Reading the card in your own life

The World as a daily card is rare. When it appears, do not rush past it. The card is asking you to acknowledge something that has, in fact, been completed in your life — even if you have been refusing to claim it.

A useful follow-up question: what in my life right now is actually finished, that I have been refusing to declare finished? The answer is usually specific and slightly uncomfortable. Declaring the thing finished is sometimes the work the card is asking for.

To work with a verified reader on a World-heavy reading — completions, arcs that are ending, integrations — most of our practitioners are well-placed for the slower contemplative spreads where the card does its best work.

Frequently asked questions

What does The World tarot card mean?

The World means a real chapter completed — a long arc finished, integration of a hard-won lesson, the end of a difficult period that has fully ended. It is the final card of the Major Arcana developmental sequence and is the deck's clearest single reading of completion. The card also carries the grief of completion alongside the joy.

Is The World the best tarot card?

It is one of the strongest cards in the deck, alongside the Sun and the Star.
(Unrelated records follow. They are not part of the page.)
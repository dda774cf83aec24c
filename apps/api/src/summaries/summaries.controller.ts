import { Body, Controller, Get, HttpCode, Ip, Param, Post, Res, StreamableFile } from '@nestjs/common';
import { ApiTags } from '@nestjs/swagger';
import type { SummaryListView, SummaryRequested, SummaryView } from '@app/contracts';
import type { Response } from 'express';
import { Permit } from '../access/permit';
import { CurrentPerson, type Person } from '../auth/current-person';
import { IdPipe } from '../platform/id.pipe';
import { SummaryRequestDto } from './dto/summary.dto';
import { SummariesService } from './summaries.service';

const XLSX = 'application/vnd.openxmlformats-officedocument.spreadsheetml.sheet';

@ApiTags('summaries')
@Controller()
export class SummariesController {
  constructor(private readonly summaries: SummariesService) {}

  @Get('plants/:id/summaries')
  @Permit('read_summary')
  list(@CurrentPerson() person: Person, @Param('id', IdPipe) plantId: number): Promise<SummaryListView> {
    return this.summaries.list(person, plantId);
  }

  /** A worker makes the version: 202, then read the list until the week has it. */
  @Post('plants/:id/summaries')
  @Permit('send_summary')
  @HttpCode(202)
  request(
    @CurrentPerson() person: Person,
    @Param('id', IdPipe) plantId: number,
    @Body() body: SummaryRequestDto,
    @Ip() address: string,
  ): Promise<SummaryRequested> {
    return this.summaries.request(
      person,
      plantId,
      { weekStartsOn: body.weekStartsOn, send: body.send ?? false },
      address,
    );
  }

  @Get('summaries/:id')
  @Permit('read_summary')
  get(@CurrentPerson() person: Person, @Param('id', IdPipe) id: number): Promise<SummaryView> {
    return this.summaries.get(person, id);
  }

  @Get('summaries/:id/workbook')
  @Permit('read_summary')
  async workbook(
    @CurrentPerson() person: Person,
    @Param('id', IdPipe) id: number,
    @Res({ passthrough: true }) response: Response,
  ): Promise<StreamableFile> {
    const { name, bytes } = await this.summaries.workbook(person, id);
    response.attachment(name);
    return new StreamableFile(bytes, { type: XLSX, length: bytes.length });
  }
}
Whether it is "best" depends on the question; the World is best for completion-themed readings, the Sun for joy-themed readings, the Star for restoration-themed readings. The three together are the deck's strongest affirmative triad.
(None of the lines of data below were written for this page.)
import { DEFAULT_LIMITS } from '../limits';
import { wrapSheets } from '../testing/make-workbook';
import { writeZip, type ZipPart } from '../testing/zip-writer';
import { openSource } from './open-source';

const SHEET =
  '<worksheet><sheetData><row r="1"><c r="A1" t="inlineStr"><is><t xml:space="preserve"> a </t></is></c><c r="B1" t="d"><v>2026-02-02T06:00:00</v></c><c r="C1"><f t="shared" ref="C1:C2" si="0">1+1</f><v>2</v></c></row></sheetData></worksheet>';
const PARTS = wrapSheets([{ name: 'S', xml: SHEET }]) as (ZipPart & { data: string })[];
const CONTENTS = { S: [' a ', '2026-02-02T06:00:00', 2] };

const edit = (name: string, change: (text: string) => string | Buffer): ZipPart[] =>
  PARTS.map((part) => (part.name.endsWith(name) ? { ...part, data: change(part.data) } : part));

/** What each sheet holds in its first row, by its name. */
async function contents(parts: ZipPart[]): Promise<Record<string, (string | number | undefined)[]>> {
  const source = await openSource(writeZip(parts), DEFAULT_LIMITS, {});
  const found: Record<string, (string | number | undefined)[]> = {};
  for (const sheet of source.sheets) {
    found[sheet.name] = [];
    for await (const [row] of source.rows(sheet)) {
      const cells = Array.from(row.cells.slice(1));
      found[sheet.name].push(...cells.map((cell) => (cell?.kind === 'number' ? cell.number : cell?.text)));
    }
  }
  return found;
}

const utf16 = (text: string): Buffer => Buffer.from(text.replace('UTF-8', 'UTF-16'), 'utf16le');

describe('packages that other programs write', () => {
  it.each<[string, ZipPart[]]>([
    ['plain', PARTS],
    ['targets from the root', edit('workbook.xml.rels', (text) => text.replace('"worksheets/', '"/xl/worksheets/'))],
    ['targets with a detour', edit('workbook.xml.rels', (text) => text.replace('"worksheets/', '"../xl/worksheets/'))],
    [
      'the strict names of ISO/IEC 29500',
      PARTS.map((part) => ({
        ...part,
        data: part.data.replace(
          /http:\/\/schemas\.openxmlformats\.org\/(officeDocument\/2006|spreadsheetml\/2006)/g,
          (_, kind: string) => `http://purl.oclc.org/ooxml/${kind.split('/')[0]}`,
        ),
      })),
    ],
    ['UTF-16 with a mark', edit('sheet1.xml', (text) => utf16(`\ufeff${text}`))],
    ['UTF-16 the other way round', edit('sheet1.xml', (text) => utf16(`\ufeff${text}`).swap16())],
    ['UTF-16 without a mark', edit('sheet1.xml', utf16)],
    ['UTF-16 in every part', PARTS.map((part) => ({ ...part, data: utf16(`\ufeff${part.data}`) }))],
    ['UTF-8 with a mark', edit('workbook.xml', (text) => `\ufeff${text}`)],
    ['names in capitals', PARTS.map((part) => ({ ...part, name: part.name.toUpperCase() }))],
    ['backslashes in the names', PARTS.map((part) => ({ ...part, name: part.name.replace(/\//g, '\\') }))],
    ['without styles', PARTS.filter(({ name }) => !name.includes('styles'))],
    ['without _rels/.rels', PARTS.filter(({ name }) => name !== '_rels/.rels')],
    ['with macros, which are left alone', [...PARTS, { name: 'xl/vbaProject.bin', data: 'MsgBox "no"' }]],
    [
      'no shared texts in a part for them',
      [
        ...edit('workbook.xml.rels', (text) =>
          text.replace('</', '<Relationship Id="t" Type="x/sharedStrings" Target="sharedStrings.xml"/></'),
        ),
        { name: 'xl/sharedStrings.xml', data: '<sst count="0"/>' },
      ],
    ],
  ])('%s', async (_, parts) => {
    expect(await contents(parts)).toEqual(CONTENTS);
  });

  it('a sheet that is a chart is passed over', async () => {
    const parts = [
      ...PARTS.map((part) =>
        part.name.endsWith('workbook.xml.rels')
          ? {
              ...part,
              data: part.data.replace(
                '</Relationships>',
                '<Relationship Id="rIdC" Type="x/chartsheet" Target="chartsheets/sheet1.xml"/></Relationships>',
              ),
            }
          : part,
      ),
      { name: 'xl/chartsheets/sheet1.xml', data: '<chartsheet/>' },
    ].map((part) =>
      part.name === 'xl/workbook.xml'
        ? { ...part, data: part.data.replace('<sheets>', '<sheets><sheet name="C" sheetId="9" r:id="rIdC"/>') }
        : part,
    );
    expect(await contents(parts)).toEqual(CONTENTS);
  });
  it('a sheet that leads nowhere makes the file damaged, and is not passed over', async () => {
    const parts = edit('workbook.xml', (text) =>
      text.replace('<sheets>', '<sheets><sheet name="N" sheetId="9" r:id="no"/>'),
    );
    await expect(contents(parts)).rejects.toMatchObject({ code: 'corrupt' });
  });
});

describe('archives that are no workbooks say what to do', () => {
  it.each<[string, string[], RegExp]>([
    ['an OpenDocument spreadsheet', ['mimetype', 'content.xml', 'META-INF/manifest.xml'], /\.ods.*"Save as"/],
    ['a Numbers spreadsheet', ['Index/Document.iwa'], /Numbers.*"Export to", "Excel"/],
    ['a text document', ['word/document.xml', '[Content_Types].xml'], /text document.*workbook/],
    ['an archive of workbooks', ['week 9/monday.xlsx', 'week 9/tuesday.csv'], /Unpack it/],
  ])('%s', async (_, names, sentence) => {
    const bytes = writeZip(names.map((name) => ({ name, data: 'x' })));
    await expect(openSource(bytes, DEFAULT_LIMITS, {})).rejects.toMatchObject({
      code: 'not-excel',
      detail: expect.stringMatching(sentence),
    });
  });
  it.each<[string, Buffer, RegExp]>([
    ['a PDF', Buffer.from('%PDF-1.7\n%\xe2\xe3\xcf\xd3\n1 0 obj', 'latin1'), /PDF.*Upload the workbook/],
    ['a photo', Buffer.from([0xff, 0xd8, 0xff, 0xe0, 0, 16, 0x4a]), /picture.*Upload the workbook/],
    ['a web page under the name of a workbook', Buffer.from('\n<html><table><tr><td>1</td></tr>'), /"Save as"/],
    ['an XML table', Buffer.from('\ufeff<?xml version="1.0"?><Workbook/>'), /"Save as"/],
    ['a web page in UTF-16', Buffer.from('\ufeff<html><body>', 'utf16le'), /"Save as"/],
    ['a formatted text', Buffer.from('{\\rtf1\\ansi x}'), /formatted text/],
    ['an old workbook without a container', Buffer.from([9, 4, 6, 0, 0, 0, 0x10, 0]), /older Excel format/],
    ['bytes of any kind', Buffer.from([1, 2, 3, 4, 0, 5, 6, 0]), /not an Excel workbook/],
  ])('%s', async (_, bytes, sentence) => {
    await expect(openSource(bytes, DEFAULT_LIMITS, {})).rejects.toMatchObject({
      detail: expect.stringMatching(sentence),
    });
  });
});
What does The World reversed mean?

Reversed, the World usually means almost-but-not-yet (the chapter nearly closed but the last piece avoided), premature claiming of completion (declaring done before actually done), or the cycle blocked (the configuration of life not yet making room for the completion to land). Read the surrounding cards to choose.

Is The World card numbered 21 or 22?

The World is numbered 21 in the Major Arcana, which makes it the final numbered card. The Fool, numbered 0, sits either before The Magician (as the start of the sequence) or after The World (as the openness that follows completion and begins the next cycle). Both placements are correct; The World marks the closing of one cycle, The Fool the opening of the next.

What card comes after The World?

The Fool comes after The World — looping the sequence. The completion of one chapter (The World) makes possible the unhedged leap into the next (The Fool). The two cards form the closed-loop of the Major Arcana's developmental journey; pulling both in the same spread, especially a year-ahead spread, often points at a year that closes one arc and begins another.